[[ Entries shown open ]]

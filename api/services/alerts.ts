import { aliasedTable, and, asc, desc, eq, inArray, ne, sql, type SQL } from 'drizzle-orm';
import type { AlertListQuery, AlertView } from '@shared/schemas/alerts';
import type { AppDeps } from '../deps';
import type { Db } from '../db/client';
import { alertEvents, alerts, tankMembers, tanks, users } from '../db/schema/index';
import { publishEvent } from '../lib/event-bus';
import { conflict, notFound } from '../lib/http-error';
import { alertJobPriority, queues } from '../lib/job-queue';
import { visibleTanks } from '../policy/index';
import type { Actor } from './actors';
import { evaluateNewReadingsOfTanks, rejudgeLatestReadings, type NewReading } from './alert-engine';
import { withTankAlerts } from './alert-store';
import { fanOutAlertEvent } from './notify';
import { refreshTankStatus } from './tank-status';

const acknowledger = aliasedTable(users, 'acknowledger');

const rankSeverity = sql`case ${alerts.severity} when 'critical' then 0 when 'warning' then 1 else 2 end`;

function statusFilter(status: AlertListQuery['status']): SQL | undefined {
  if (status === 'all') return undefined;
  if (status === 'active') return ne(alerts.status, 'resolved');
  return eq(alerts.status, status);
}

/** The alerts board: the most severe first, then the oldest, within what the actor may see. */
export async function listAlerts(db: Db, actor: Actor, query: AlertListQuery): Promise<AlertView[]> {
  const rows = await db
    .select({
      alert: alerts,
      tank: { id: tanks.id, name: tanks.name, siteLabel: tanks.siteLabel },
      ackName: acknowledger.name,
    })
    .from(alerts)
    .innerJoin(tanks, eq(tanks.id, alerts.tankId))
    .leftJoin(acknowledger, eq(acknowledger.id, alerts.acknowledgedBy))
    .where(
      and(
        visibleTanks(db, actor),
        statusFilter(query.status),
        query.severity ? eq(alerts.severity, query.severity) : undefined,
        query.tankId ? eq(alerts.tankId, query.tankId) : undefined,
      ),
    )
    .orderBy(query.status === 'resolved' ? desc(alerts.resolvedAt) : rankSeverity, asc(alerts.openedAt))
    .limit(query.limit);
  return rows.map(({ alert, tank, ackName }) => present(alert, tank, ackName));
}

function present(
  alert: typeof alerts.$inferSelect,
  tank: { id: string; name: string; siteLabel: string | null },
  ackName: string | null,
): AlertView {
  return {
    id: alert.id,
    tank,
    kind: alert.kind,
    parameter: alert.parameter,
    severity: alert.severity,
    status: alert.status,
    title: alert.title,
    body: alert.body,
    value: alert.value,
    limitValue: alert.limitValue,
    direction: alert.direction,
    openedAt: alert.openedAt.toISOString(),
    lastSeenAt: alert.lastSeenAt.toISOString(),
    acknowledgedAt: alert.acknowledgedAt?.toISOString() ?? null,
    acknowledgedBy: ackName,
    resolvedAt: alert.resolvedAt?.toISOString() ?? null,
  };
}

async function findAlertFor(db: Db, actor: Actor, alertId: string) {
  const [row] = await db
    .select({
      alert: alerts,
      tank: { id: tanks.id, name: tanks.name, siteLabel: tanks.siteLabel },
      ackName: acknowledger.name,
    })
    .from(alerts)
    .innerJoin(tanks, eq(tanks.id, alerts.tankId))
    .leftJoin(acknowledger, eq(acknowledger.id, alerts.acknowledgedBy))
    .where(and(eq(alerts.id, alertId), visibleTanks(db, actor)));
  if (!row) throw notFound('alert');
  return row;
}

export async function getAlert(db: Db, actor: Actor, alertId: string): Promise<AlertView> {
  const { alert, tank, ackName } = await findAlertFor(db, actor, alertId);
  const events = await db
    .select({ event: alertEvents, actorName: users.name })
    .from(alertEvents)
    .leftJoin(users, eq(users.id, alertEvents.actorId))
    .where(eq(alertEvents.alertId, alert.id))
    .orderBy(asc(alertEvents.at), asc(alertEvents.createdAt));
  return {
    ...present(alert, tank, ackName),
    events: events.map(({ event, actorName }) => ({
      id: event.id,
      type: event.type,
      severity: event.severity,
      value: event.value,
      note: event.note,
      actorName,
      at: event.at.toISOString(),
    })),
  };
}

export async function acknowledgeAlert(deps: AppDeps, actor: Actor, alertId: string, note?: string) {
  const { alert } = await findAlertFor(deps.db, actor, alertId);
  const eventId = await withTankAlerts(deps.db, alert.tankId, async (store) => {
    // Read again under the tank's lock: a reading batch or a colleague may have just changed it.
    const current = await store.find(alert.id);
    if (current?.status !== 'open') throw conflict('not_open', 'Only an open alert can be acknowledged.');
    return store.acknowledge(current, { actorId: actor.id, note: note ?? null, at: deps.clock() });
  });
  await announceAlertChange(deps, alert.tankId, alert.companyId, alert.id);
  return { eventId, alert: await getAlert(deps.db, actor, alert.id) };
}

export async function resolveAlert(deps: AppDeps, actor: Actor, alertId: string, note: string) {
  const { alert } = await findAlertFor(deps.db, actor, alertId);
  const eventId = await withTankAlerts(deps.db, alert.tankId, async (store) => {
    const current = await store.find(alert.id);
    if (!current || current.status === 'resolved')
      throw conflict('already_resolved', 'This alert is already resolved.');
    return store.resolve(current, { at: deps.clock(), actorId: actor.id, note });
  });
  await afterAlertEvents(deps, [eventId]);
  return getAlert(deps.db, actor, alert.id);
}

/** Everyone who watches a tank's alerts live: its owners and the company's staff. */
async function watchersOf(db: Db, tankId: string, companyId: string): Promise<string[]> {
  const owners = await db
    .select({ id: tankMembers.userId })
    .from(tankMembers)
    .where(eq(tankMembers.tankId, tankId));
  const staff = await db
    .select({ id: users.id })
    .from(users)
    .where(
      and(
        eq(users.companyId, companyId),
        inArray(users.role, ['technician', 'admin']),
        eq(users.status, 'active'),
      ),
    );
  return [...new Set([...owners, ...staff].map((row) => row.id))];
}

async function announceAlertChange(deps: AppDeps, tankId: string, companyId: string, alertId: string) {
  await publishEvent(deps.pool, {
    type: 'alert',
    userIds: await watchersOf(deps.db, tankId, companyId),
    tankId,
    alertId,
  });
}

/**
 * After alert events are committed: tell every watching screen at once, and plan the
 * notifications — through the job queue when one runs, in-process otherwise (API-only tests).
 */
export async function afterAlertEvents(deps: AppDeps, eventIds: readonly string[]) {
  const changedTanks = new Set<string>();
  for (const eventId of eventIds) {
    const [row] = await deps.db
      .select({
        alertId: alerts.id,
        tankId: alerts.tankId,
        companyId: alerts.companyId,
        severity: alertEvents.severity,
      })
      .from(alertEvents)
      .innerJoin(alerts, eq(alerts.id, alertEvents.alertId))
      .where(eq(alertEvents.id, eventId));
    if (!row) continue;
    changedTanks.add(row.tankId);
    await announceAlertChange(deps, row.tankId, row.companyId, row.alertId);
    if (deps.jobs) {
      await deps.jobs.send(
        queues.fanOut,
        { eventId },
        { singletonKey: eventId, priority: alertJobPriority[row.severity] },
      );
    } else await fanOutAlertEvent(deps, eventId);
  }
  // The overview's order follows at once. The change is already stored and announced, and the
  // sweep and every overview page judge again, so a failure here is only logged.
  if (changedTanks.size > 0) {
    await refreshTankStatus(deps.db, [...changedTanks], deps.clock()).catch((error: unknown) =>
      deps.logger.error({ err: error }, 'storing tank statuses after an alert change failed'),
    );
  }
}

/** After a limits change: the latest readings judged again under the new limits (see the engine). */
export async function rejudgeAfterLimitsChange(deps: AppDeps, tankId: string, latest: readonly NewReading[]) {
  try {
    await afterAlertEvents(deps, await rejudgeLatestReadings(deps.db, tankId, latest));
  } catch (error) {
    deps.logger.error({ err: error, tankId }, 'alert evaluation after a limits change failed');
  }
}

/**
 * Called by every path that stores readings, after their commit. The readings are already
 * safe, so a failure here is logged rather than turned into an error for the sender (who would
 * only send the same readings again); evaluating them again later is harmless. Several tanks'
 * batches are judged in one pass; should that pass fail, each tank is judged again on its own, so
 * one tank's trouble never keeps another's alerts back.
 */
export async function raiseAlertsForTanks(
  deps: AppDeps,
  batches: ReadonlyMap<string, readonly NewReading[]>,
) {
  const judge = async (group: ReadonlyMap<string, readonly NewReading[]>): Promise<string[]> => {
    try {
      return await evaluateNewReadingsOfTanks(deps.db, group);
    } catch (error) {
      if (group.size === 1) {
        deps.logger.error({ err: error, tankId: [...group.keys()][0] }, 'alert evaluation failed');
        return [];
      }
      deps.logger.warn(
        { err: error, tanks: group.size },
        'alert pass of several tanks failed; judging each alone',
      );
      const events: string[] = [];
      for (const [tankId, batch] of group) events.push(...(await judge(new Map([[tankId, batch]]))));
      return events;
    }
  };
  const events = await judge(batches);
  try {
    await afterAlertEvents(deps, events);
  } catch (error) {
    deps.logger.error({ err: error, tanks: [...batches.keys()] }, 'alert notification planning failed');
  }
}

[[ Entries shown closed ]]

List the lines of the records where "inArray" occurs.

import { aliasedTable, and, asc, desc, eq, inArray, ne, sql, type SQL } from 'drizzle-orm';
        inArray(users.role, ['technician', 'admin']),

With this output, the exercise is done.